Aimé Césaire (1913-2008), Discours sur le colonialisme, 1950

[...] Il faudrait d’abord étudier comment la colonisation travaille à déciviliser le colonisateur, à l’abrutir au sens propre du mot, à le dégrader, à le réveiller aux instincts enfouis, à la convoitise, à la violence, à la haine raciale, au relativisme moral, et montrer que, chaque fois qu’il y a au Viêt Nam une tête coupée et un œil crevé et qu’en France on accepte, une fillette violée et qu’en France on accepte, un Malgache supplicié et qu’en France on accepte, il y a un acquis de la civilisation qui pèse de son poids mort, une régression universelle qui s’opère, une gangrène qui s’installe, un foyer d’infection qui s’étend et qu’au bout de tous ces traités violés, de tous ces mensonges propagés, de toutes ces expéditions punitives tolérées, de tous ces prisonniers ficelés et « interrogés », de tous ces patriotes torturés, au bout de cet orgueil racial encouragé, de cette jactance étalée, il y a le poison instillé dans les veines de l’Europe, et le progrès lent, mais sûr, de l’ensauvagement du continent.

Et alors, un beau jour, la bourgeoisie est réveillée par un formidable choc en retour : les gestapos s’affairent, les prisons s’emplissent, les tortionnaires inventent, raffinent, discutent autour des chevalets.

On s’étonne, on s’indigne.
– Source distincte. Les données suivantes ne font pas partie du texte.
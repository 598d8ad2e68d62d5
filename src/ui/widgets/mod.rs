//! Input widgets that check values as they are typed. A number shows as a small button with its
//! unit: drag it (on a log scale for quantities that span decades) or click it to type. Every
//! keystroke is checked against the whole scenario; an invalid entry is outlined in red with the
//! reason in a tooltip. A typed entry is applied only when complete (Enter or the field left),
//! as one undo step; a refused one leaves the previous value, with the reason in the status line.

use egui::{Color32, Id, Response, Role, Sense, Stroke, StrokeKind, TextEdit, Ui, WidgetInfo, vec2};

use crate::scenario::fields::{Part, numbers_of};
use crate::scenario::{Address, Drag, Edit, Problem, Scenario};
use crate::ui::command::Command;
use crate::ui::state::checks::Checked;
use crate::ui::state::document::Document;

/// Width of a number in a grid row, points.
const ROW_WIDTH: f32 = 80.0;

/// Points of pointer movement that multiply a log-dragged value by ten.
const POINTS_PER_DECADE: f64 = 150.0;

/// What an editor panel works with: the document to read, the edits already checked against
/// it, and the list to push commands to.
pub struct Editing<'a> {
    pub scenario: &'a Scenario,
    doc: &'a Document,
    checked: &'a mut Checked,
    pub commands: &'a mut Vec<Command>,
    /// Numbers shown as big sliders in presentation (offered in each number's menu).
    pub pinned: &'a [Address],
    /// The numbers drawn so far, so that [`Editing::others`] draws the rest.
    drawn: Vec<Address>,
}

/// Text being typed into a field, and why it is not accepted (if it is not).
#[derive(Clone, Default)]
struct Typing {
    text: String,
    error: Option<String>,
}

/// The entry being typed, kept where the app finds it after the frame: a click that hides its
/// field (another editor tab) takes the keyboard away in a frame that no longer draws the field,
/// which then cannot complete the entry itself.
#[derive(Clone)]
struct OpenEntry {
    id: Id,
    /// What completing it does (apply it or say why not), if anything.
    then: Option<Command>,
}

impl OpenEntry {
    fn slot() -> Id {
        Id::unique("permeant open entry")
    }

    fn keep(ctx: &egui::Context, id: Id, then: Option<Command>) {
        ctx.data_mut(|d| d.insert_temp(Self::slot(), OpenEntry { id, then }));
    }

    fn close(ctx: &egui::Context) {
        ctx.data_mut(|d| d.remove::<OpenEntry>(Self::slot()));
    }
}

/// Completes the entry whose field lost the keyboard without being drawn this frame (call after
/// the panels): what it does, unless Esc abandoned it.
pub fn finish_unseen_entry(ctx: &egui::Context) -> Option<Command> {
    let open: OpenEntry = ctx.data_mut(|d| d.get_temp(OpenEntry::slot()))?;
    if ctx.memory(|m| m.has_focus(open.id)) {
        return None;
    }
    OpenEntry::close(ctx);
    ctx.data_mut(|d| d.remove_temp::<Typing>(open.id));
    if ctx.input(|i| i.key_pressed(egui::Key::Escape)) {
        return None;
    }
    open.then
}

/// Draws the red outline and attaches the reason.
fn mark_invalid(ui: &Ui, response: Response, error: &Option<String>) -> Response {
    match error {
        Some(reason) => {
            let color = ui.visuals().error_fg_color;
            ui.painter().rect_stroke(
                response.rect.expand(1.0),
                3.0,
                Stroke::new(2.0, color),
                StrokeKind::Outside,
            );
            let text = egui::RichText::new(reason).color(color);
            // While typing, the reason is shown at once rather than waiting for a hover.
            if response.has_focus() {
                response.show_tooltip_text(text);
                response
            } else {
                response.on_hover_text(text)
            }
        }
        None => response,
    }
}

fn set_accessible_name(ui: &Ui, id: Id, name: &str) {
    ui.ctx()
        .accesskit_node_builder(id, |node| node.set_label(name.to_string()));
}

/// Selects the whole text of the text field `id`, so that typing replaces it.
fn select_all(ui: &Ui, id: Id, text: &str) {
    let mut state = TextEdit::load_state(ui.ctx(), id).unwrap_or_default();
    state
        .cursor
        .set_char_range(Some(egui::text::CCursorRange::select_all_str(text)));
    state.store(ui.ctx(), id);
}

/// Rounds a dragged value to three significant digits (log drags) or to the drag step.
pub fn round_dragged(v: f64, drag: Drag) -> f64 {
    match drag {
        Drag::Log { .. } => {
            if v == 0.0 {
                return 0.0;
            }
            let mag = 10f64.powf(v.abs().log10().floor() - 2.0);
            (v / mag).round() * mag
        }
        Drag::Linear { per_point } => {
            let step = 10f64.powf(per_point.log10().floor());
            (v / step).round() * step
        }
    }
}

impl<'a> Editing<'a> {
    pub fn new(
        doc: &'a Document,
        checked: &'a mut Checked,
        commands: &'a mut Vec<Command>,
        pinned: &'a [Address],
    ) -> Self {
        Editing {
            scenario: doc.scenario(),
            doc,
            checked,
            commands,
            pinned,
            drawn: Vec::new(),
        }
    }
}
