#[cfg(test)]
mod tests {
    use super::*;
    use proptest::prelude::*;

    /// Rust's own `{}` is the reference (model.md, "Output samples").
    fn same_as_std(x: f64) -> Result<(), TestCaseError> {
        prop_assert_eq!(number(x), format!("{x}"), "bits {:#x}", x.to_bits());
        Ok(())
    }

    #[test]
    fn numbers_are_written_as_std_writes_them_at_the_edges() {
        for x in [
            0.0,
            -0.0,
            1.0,
            -1.0,
            0.1,
            0.5,
            1500.0,
            1e-5,
            1e-6,
            1e-7,
            1.234e-7,
            9.999999999999999e-5,
            1e15,
            1e16,
            1e17,
            1e21,
            1e22,
            123_456_789_012_345_680.0,
            f64::MIN_POSITIVE,
            5e-324,
            f64::MAX,
            f64::MIN,
            f64::EPSILON,
            f64::NAN,
            f64::INFINITY,
            f64::NEG_INFINITY,
            -72.14579973535416,
            0.021_594_307_618_148_54,
            // 177511795034318.625 exactly: a tie between two shortest candidates (…318.62
            // and …318.63).
            f64::from_bits(0x42e4_2e45_ef91_19d4),
            2f64.powi(60),
        ] {
            same_as_std(x).unwrap_or_else(|e| panic!("{e}"));
        }
    }

    proptest! {
        #![proptest_config(ProptestConfig { cases: 20_000, ..ProptestConfig::default() })]

        #[test]
        fn prop_any_f64_is_written_as_std_writes_it(bits in any::<u64>()) {
            same_as_std(f64::from_bits(bits))?;
        }

        #[test]
        fn prop_numbers_of_a_run_are_written_as_std_writes_them(
            mantissa in -1.0f64..1.0, exponent in -12i32..6,
        ) {
            // Values of the size a run writes: potentials, currents, gates, concentrations.
            same_as_std(mantissa * 10f64.powi(exponent))?;
        }

        #[test]
        fn prop_numbers_with_few_fractional_bits_are_written_as_std_writes_them(
            n in any::<i64>(), k in 0i32..40,
        ) {
            // Where exact ties between shortest candidates live.
            same_as_std(n as f64 / 2f64.powi(k))?;
        }
    }

    #[test]
    fn traces_csv_has_its_header_and_one_row_per_sample() {
        let when = std::time::UNIX_EPOCH + std::time::Duration::from_secs(1_800_000_000);
        let text = traces_csv(
            "Raised bath",
            &[
                NamedTrace {
                    name: "now",
                    t_ms: &[0.0, 0.5],
                    v_mv: &[-70.0, -69.5],
                },
                NamedTrace {
                    name: "with, comma",
                    t_ms: &[0.0],
                    v_mv: &[-60.25],
                },
            ],
            when,
        );
        let lines: Vec<&str> = text.lines().collect();
        assert_eq!(lines[0], format!("# permeant {}", env!("CARGO_PKG_VERSION")));
        assert_eq!(lines[1], "# scenario: Raised bath");
        // 1.8e9 s after the epoch is 2027-01-15T08:00:00Z (humantime, checked by hand).
        assert_eq!(lines[2], "# written: 2027-01-15T08:00:00Z");
        assert_eq!(lines[3], "trace,time_ms,v_mv");
        assert_eq!(
            &lines[4..],
            ["now,0,-70", "now,0.5,-69.5", "\"with, comma\",0,-60.25"]
        );
    }
}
On dit : « Comme c’est curieux ! Mais, bah ! C’est le nazisme, ça passera ! » Et on attend, et on espère ; et on se tait à soi-même la vérité, que c’est une barbarie, mais la barbarie suprême, celle qui couronne, celle qui résume la quotidienneté des barbaries ; que c’est du nazisme, mais qu’avant d’en être la victime, on en a été le complice ; que ce nazisme-là, on l’a supporté avant de le subir, on l’a absous, on a fermé l’œil dessus, on l’a légitimé, parce que, jusque là, il ne s’était appliqué qu’à des peuples non européens ; que ce nazisme-là, on l’a cultivé, on en est responsable, et qu’il sourd, qu’il perce, qu’il goutte, avant de l’engloutir dans ses eaux rougies de toutes les fissures de la civilisation occidentale et chrétienne. [...]

Question : Césaire essaie-t-il de nous convaincre ou de nous persuader, dans ce texte ?

Travail d’adaptation (réduction de l’étude à 10 minutes), prise en compte de la question

 

INTRODUCTION

Excellente !

 

10’30 : très bon travail d’adaptation, eu égard à la question posée.

Exposé clair, articulé (on sait que tu en es au II. B, par exemple)

 

    Parfait.

Qualité des remarques (aucune erreur, incompréhension…)

 

Tout ce que tu dis est très intéressant, et très maîtrisé.

 

Aisance à l’oral (pas trop d’hésitations, force de conviction)

 

Parfait. Et tu t’exprimes parfaitement, avec précision, richesse et spontanéité.

Elocution (articulation, volume…)

 

Parfaite.

Expression corporelle (ni trop statique, ni trop expressif, intensité du regard)

 

Très bien.

Eh bien voilà, tu es prête ! (Pour ce texte, du moins !). 20/20. Tu aurais probablement 9 ou 10/10 au bac.